Ниже приведены несколько ссылок, где Вы можете увидеть, что люди имеют ввиду, говоря о смене полосы движения.

http://avtonauka.ru/doroga/smena-polosy-vot-kak-byvaet.html

http://1pdd.ru/526/


----------



## Vadim K

vendoubt said:


> "перестроиться в другой ряд" is fine. "Сменить полосу" is more of a calque, I feel.



В российских правилах дорожного движения нет такого понятия, как "ряд". Есть только понятие "полоса движения". Поэтому если выбирать из двух вышеприведенных выражений, какая из них больше калька, то скорее надо будет выбрать первое, как не соответствующее определениям российских официальных документов. 
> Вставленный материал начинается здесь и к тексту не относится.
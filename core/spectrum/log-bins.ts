/**
 * Log-binning of a master curve before the Prony and viscosity fits (docs/conventions.md §7): dense curves
 * (10⁵–10⁶ points) become one point per 1/binsPerDecade of log x, so the fits cost the same at
 * any size. Each bin gives, per quantity, the mean of log10 y at the mean of log10 x (the value
 * of the bin's own straight-line fit there, so the curve's slope across the bin does not bias it)
 * and the standard error of that mean: the scatter about the bin's line, pooled with the other
 * bins' scatter when the bin has few points, divided by √n. Fitting bin means with weights
 * 1/se² gives, to second order, the same answer as fitting every point with equal weights, and a
 * bin whose points disagree (noise, isotherms that do not superpose) counts for less.
 */

export interface BinnedQuantity {
  /** Mean log10 y of the bin's points (NaN where the bin holds none of this quantity). */
  log10y: Float64Array;
  /** Standard error of that mean, decades (NaN where empty). */
  stdErr: Float64Array;
  /** Points of this quantity in the bin. */
  count: Int32Array;
}

export interface LogBins {
  /** Mean log10 x of the points in each bin, ascending. */
  log10x: Float64Array;
  /** Bin index floor(log10 x · binsPerDecade): neighbours differ by 1. */
  index: Int32Array;
  /** Points in each bin (any quantity). */
  count: Int32Array;
  quantities: BinnedQuantity[];
  /** Pooled scatter of one point about its bin's line, decades, per quantity (NaN when unknown). */
  pointScatter: number[];
  binsPerDecade: number;
}

/** Smallest scatter of one point assumed, decades: keeps weights finite on noise-free data. */
export const SCATTER_FLOOR = 1e-5;

/** Per-bin sums of one quantity (n, Σlx, Σlx², Σly, Σly², Σlx·ly). */
const SUMS = 6;

/**
 * Bins points (x > 0 and every y > 0 finite, else that value is skipped) by log10 x.
 * `ys` are parallel arrays of the quantities (e.g. G′ and G″), each the length of `x`.
 */
export function logBins(
  x: ArrayLike<number>,
  ys: readonly ArrayLike<number>[],
  binsPerDecade: number,
): LogBins {
  if (!(binsPerDecade > 0)) throw new RangeError('binsPerDecade must be a positive number');
  for (const y of ys)
    if (y.length !== x.length) throw new RangeError('every quantity must match x in length');
  const q = ys.length;
  // bin index → slot; slots grow as bins appear (no array over the whole index range)
  const slotOf = new Map<number, number>();
  let sums = new Float64Array(64 * (1 + q * SUMS));
  const stride = 1 + q * SUMS;
  let slots = 0;
  const idx: number[] = [];
  // a sorted curve stays in one bin for many points: look the slot up only when the bin changes
  let lastB = NaN;
  let lastS = -1;
  for (let i = 0; i < x.length; i++) {
    const xi = x[i];
    if (!(xi > 0) || !Number.isFinite(xi)) continue;
    const lx = Math.log10(xi);
    const b = Math.floor(lx * binsPerDecade);
    let s = b === lastB ? lastS : slotOf.get(b);
    if (s === undefined) {
      s = slots++;
      slotOf.set(b, s);
      idx.push(b);
      if (slots * stride > sums.length) {
        const bigger = new Float64Array(sums.length * 2);
        bigger.set(sums);
        sums = bigger;
      }
    }
    lastB = b;
    lastS = s;
    const base = s * stride;
    let any = false;
    for (let k = 0; k < q; k++) {
      const y = ys[k][i];
      if (!(y > 0) || !Number.isFinite(y)) continue;
      any = true;
      const ly = Math.log10(y);
      const o = base + 1 + k * SUMS;
      sums[o] += 1;
      sums[o + 1] += lx;
      sums[o + 2] += lx * lx;
      sums[o + 3] += ly;
      sums[o + 4] += ly * ly;
      sums[o + 5] += lx * ly;
    }
    if (any) sums[base] += 1;
  }
  const order = idx
    .map((b, s) => ({ b, s }))
    .filter(({ s }) => sums[s * stride] > 0)
    .sort((u, v) => u.b - v.b);
  const m = order.length;
  const log10x = new Float64Array(m);
  const count = new Int32Array(m);
  const index = new Int32Array(m);
  const quantities: BinnedQuantity[] = [];
  const pointScatter: number[] = [];
  // mean log10 x of a bin over the points of any quantity
  order.forEach(({ b, s }, j) => {
    index[j] = b;
    count[j] = sums[s * stride];
    let n = 0;
    let sx = 0;
    for (let k = 0; k < q; k++) {
      const o = s * stride + 1 + k * SUMS;
      n += sums[o];
      sx += sums[o + 1];
    }
    log10x[j] = sx / n;
  });
  for (let k = 0; k < q; k++) {
    const log10y = new Float64Array(m).fill(NaN);
    const stdErr = new Float64Array(m).fill(NaN);
    const cnt = new Int32Array(m);
    const residualSs = new Float64Array(m);
    const dof = new Float64Array(m);
    let pooledSs = 0;
    let pooledDof = 0;
    order.forEach(({ s }, j) => {
      const o = s * stride + 1 + k * SUMS;
      const n = sums[o];
      cnt[j] = n;
      if (n === 0) return;
      const mx = sums[o + 1] / n;
      const my = sums[o + 3] / n;
      const sxx = sums[o + 2] - n * mx * mx;
      const syy = sums[o + 4] - n * my * my;
      const sxy = sums[o + 5] - n * mx * my;
      // the bin's own line through (mean lx, mean ly); its value at log10x[j]
      const slope = sxx > 1e-24 * Math.max(1, n) ? sxy / sxx : 0;
      log10y[j] = my + slope * (log10x[j] - mx);
      const ss = Math.max(0, syy - (sxx > 1e-24 * Math.max(1, n) ? (sxy * sxy) / sxx : 0));
      const d = n - (sxx > 1e-24 * Math.max(1, n) ? 2 : 1);
      residualSs[j] = ss;
      dof[j] = Math.max(0, d);
      if (d > 0) {
        pooledSs += ss;
        pooledDof += d;
      }
    });
    // with no bin of 3 or more points, the scatter comes from the second differences of
    // neighbouring bin means (about √6 times one point's noise on a smooth curve)
    const raw = pooledDof > 0 ? pooledSs / pooledDof : secondDifferenceVariance(index, log10y);
    // floor: noise-free data would otherwise give infinite weights (1e-5 decades ≈ 0.002 %)
    const pooled = Number.isFinite(raw) ? Math.max(raw, SCATTER_FLOOR ** 2) : NaN;
    pointScatter.push(Math.sqrt(pooled));
    // shrink each bin's variance towards the pooled one with the weight of 2 points
    for (let j = 0; j < m; j++) {
      if (cnt[j] === 0) continue;
      const v = Number.isFinite(pooled)
        ? Math.max((residualSs[j] + 2 * pooled) / (dof[j] + 2), SCATTER_FLOOR ** 2)
        : 1; // no scatter known anywhere: equal weight per point
      stdErr[j] = Math.sqrt(v / cnt[j]);
    }
    quantities.push({ log10y, stdErr, count: cnt });
  }
  return { log10x, index, count, quantities, pointScatter, binsPerDecade };
}

/**
 * Variance of one bin mean from the second differences of neighbouring bins (consecutive
 * indices only): Var(y₁ − 2y₂ + y₃) = 6σ² for independent noise, estimated robustly as
 * (median |Δ²| / 0.6745)² / 6. NaN with fewer than three consecutive bins.
 */
function secondDifferenceVariance(index: Int32Array, y: Float64Array): number {
  const d: number[] = [];
  for (let j = 2; j < y.length; j++) {
    if (index[j] - index[j - 2] !== 2) continue;
    const v = y[j] - 2 * y[j - 1] + y[j - 2];
    if (Number.isFinite(v)) d.push(Math.abs(v));
  }
  if (d.length === 0) return NaN;
  d.sort((a, b) => a - b);
  const med = d[Math.floor(d.length / 2)];
  return (med / 0.6745) ** 2 / 6;
}

/**
 * The bins of the densest stretch of the curve: runs of occupied bins with gaps of at most
 * `maxGapDecades`, and of those the run holding most points. A point far from the rest (a typo,
 * an absurd cell at 1e-300 rad/s) then neither stretches the Prony grid nor enters the fits.
 * Returns [first, last] bin positions (inclusive) and the points left outside.
 */
export function densestRun(
  bins: LogBins,
  maxGapDecades = 1,
): { first: number; last: number; outside: number } {
  const m = bins.index.length;
  if (m === 0) return { first: 0, last: -1, outside: 0 };
  const gap = maxGapDecades * bins.binsPerDecade;
  let best = { first: 0, last: 0, points: -1 };
  let start = 0;
  let points = 0;
  let total = 0;
  for (let j = 0; j < m; j++) {
    total += bins.count[j];
    if (j > start && bins.index[j] - bins.index[j - 1] > gap) {
      if (points > best.points) best = { first: start, last: j - 1, points };
      start = j;
      points = 0;
    }
    points += bins.count[j];
  }
  if (points > best.points) best = { first: start, last: m - 1, points };
  return { first: best.first, last: best.last, outside: total - best.points };
}
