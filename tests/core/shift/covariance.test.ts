import { describe, expect, it } from 'vitest';
import { offsetCovariance, offsetStdErrors } from '../../../core/shift/covariance';
import { referenceWeights } from '../../../core/shift/reference';
import type { SolveSettings } from '../../../core/shift/solve';
import { solveOffsets } from '../../../core/shift/solve';
import { expectRelClose } from '../../helpers/assert-close';
import { horizontalProblem, make, MELT_ARRHENIUS } from './fixtures';

describe('offsetStdErrors()', () => {
  const { dataset, truth } = make(MELT_ARRHENIUS, 0.02, 3);
  const n = dataset.isotherms.length;
  const p = horizontalProblem(dataset);
  const temps = dataset.isotherms.map((i) => i.temperatureK);
  const ref = referenceWeights([...Array(n).keys()], temps, MELT_ARRHENIUS.options.referenceK);
  const coef = new Float64Array(n);
  ref.coef.forEach((c, k) => (coef[k] = c));
  const settings: SolveSettings = {
    loss: 'huber',
    scale: 0.012,
    maxIterations: 30,
    fixed: new Uint8Array(n),
    constraints: [{ coef, rhs: 0 }],
    toleranceDecades: 1e-4,
    covariance: false,
  };
  const out = solveOffsets(p, truth.log10aT, settings);

  it('offsetStdErrors() equals the square root of the full covariance diagonal', () => {
    expect(out.uncertainty).toBeNull(); // not asked for
    const cov = offsetCovariance(p, out.theta, settings, out.residualVariance)!;
    const some = [0, 3, 9];
    const se = offsetStdErrors(p, out.theta, settings, out.residualVariance, some);
    some.forEach((c, i) => {
      expect(se[i]).toBeGreaterThan(0);
      // Same algebra in another order: equal to rounding.
      expectRelClose(se[i], Math.sqrt(cov[c * n + c]), 1e-9, `curve ${c}`);
    });
  });

  it('offsetStdErrors() gives NaN for a fixed parameter', () => {
    const fixed = new Uint8Array(n);
    fixed[2] = 1;
    const se = offsetStdErrors(p, out.theta, { ...settings, fixed }, out.residualVariance, [2]);
    expect(se[0]).toBeNaN();
  });
});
Оба выражения используются в России автомобилистами. Второе - более официальное и юридически корректнее.


----------



## Maroseika

Vadim K said:


> К сожалению, Вы ошибаетесь.


Спасибо, видимо, отстал от жизни.


----------



## vendoubt

Vadim K said:


> определениям российских официальных документов


Извините, я думала, тут про русский язык


----------



## Vadim K

vendoubt said:


> Извините, я думала, тут про русский язык



Всё верно, здесь про русский язык. Но сам язык - явление многогранное и динамичное. И эта многогранность и динамичность очень часто бывает причиной возникновения разных мнений относительно одних и тех же слов, выражений, терминов, определений и т.д. Суть же определений, которые даются в юридически значимых документах - по возможности избежать возникновения этих разных мнений, дать единообразное толкование того или иного субъекта или объекта. Насколько это удается этим юридическим документам - это уже вопрос другой. Но, по моему мнению, если какой-либо термин существует в российских юридических документах, то можно сказать, что он (термин) уже *официально* стал частью русского языка.


----------



## film10

zhizn9797 said:


> переехать с другого ряда в другой


Все правильно, вы только опечатались: не с "другого" ряда, а с "одного" ряда. Переехать с одного ряда на другой. Так можно сказать, но это больше описание факта, чем название маневра. Если вас спросят, что значит "перестроиться в другой ряд", вы можете так ответить.


Vadim K said:


> если выбирать из двух вышеприведенных выражений, какая из них больше калька, то скорее надо будет выбрать первое, как не соответствующее определениям российских официальных документов.


Все-таки я думаю, что вопрос, что калька, а что нет, и вопрос, что используется в юриспруденции, а что нет, - это два совершенно разных вопроса, никак друг с другом не связанные.  Они не связаны между собой даже причинно: первое касается происхождения выражений, второе касается их использования, это вещи малозависимые.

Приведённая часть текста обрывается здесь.